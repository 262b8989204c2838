/**
 * Split captured e-mail text into plain runs and http(s) links, so the mail room can make the
 * invitation and reset links clickable without injecting any HTML.
 */
export type TextPart = { kind: 'text'; text: string } | { kind: 'link'; href: string };

const URL_RE = /https?:\/\/[^\s<>"')\]]+/g;

export function splitLinks(text: string): TextPart[] {
  const parts: TextPart[] = [];
  let last = 0;
  for (const m of text.matchAll(URL_RE)) {
    const start = m.index ?? 0;
    // Sentence punctuation right after a link belongs to the sentence, not the URL.
    const href = m[0].replace(/[.,;:!?]+$/, '');
    if (start > last) parts.push({ kind: 'text', text: text.slice(last, start) });
    parts.push({ kind: 'link', href });
    last = start + href.length;
  }
  if (last < text.length) parts.push({ kind: 'text', text: text.slice(last) });
  return parts;
}
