/**
 * The sizes of each level: level l of L has hmax·r^k and h0·r^k (k = L − 1 − l, r the level ratio) and
 * the edge size h_E·(r^{1/(1−β_E)})^k, capped at that level's hmax; h_E is the given electrodeEdgeNm or
 * LEVER_FINEST_EDGE_FRACTION·hmax. Sites get no core of their own (h0 = hmax) when every one reads
 * φ_g at its centre (mean-value.ts: φ_g is smooth there on the device's scale), and hmax/4 otherwise,
 * unless h0Nm is given (load.ts integrates a density accurately on elements larger than the orbital).
 */
export function leverLevelSizes(design: Design, order: 1 | 2, levels: number, meshOpts: MeshDesignOptions = {}, grading: LeverGrading = {}): LeverLevelSizes[] {
  const edgeExponent = grading.edgeExponent ?? LEVER_EDGE_EXPONENT;
  const ratio = grading.levelRatio ?? LEVER_LEVEL_RATIO;
  if (!(ratio > 1)) throw new CoreError('bad-size-field', `the lever family's level ratio must exceed 1, got ${ratio}`, { levelRatio: ratio });
  if (!(edgeExponent > 0 && edgeExponent < 1)) throw new CoreError('bad-size-field', `the lever family's edge grading exponent must lie strictly between 0 and 1, got ${edgeExponent}`, { edgeExponent });
  const hmax = sizeFieldFromDesign(design, { order, ...meshOpts }).spec.hmaxNm;
  const allCentres = meanValueSites(design, leverSites(design)).ok.every((x) => x === 1);
  const h0 = meshOpts.h0Nm ?? (allCentres ? hmax : hmax / ELECTRODE_EDGE_DIVISOR);
  const hE = meshOpts.electrodeEdgeNm ?? LEVER_FINEST_EDGE_FRACTION * hmax;
  const edgeRatio = Math.pow(ratio, 1 / (1 - edgeExponent));
  const out: LeverLevelSizes[] = [];
  for (let l = 0; l < levels; l++) {
    const k = levels - 1 - l;
    const hm = hmax * Math.pow(ratio, k);
    out.push({ hmaxNm: hm, h0Nm: Math.min(hm, h0 * Math.pow(ratio, k)), electrodeEdgeNm: Math.min(hm, hE * Math.pow(edgeRatio, k)), electrodeEdgeExponent: edgeExponent });
  }
  return out;
}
────
TASK BRIEF>
What is needed is an exact printout of every line from the one with "const k = levels - 1 - l;" through the end of the data, including both, and nothing more.

ANSWER SECTION>
    const k = levels - 1 - l;
    const hm = hmax * Math.pow(ratio, k);
    out.push({ hmaxNm: hm, h0Nm: Math.min(hm, h0 * Math.pow(ratio, k)), electrodeEdgeNm: Math.min(hm, hE * Math.pow(edgeRatio, k)), electrodeEdgeExponent: edgeExponent });
  }
  return out;
}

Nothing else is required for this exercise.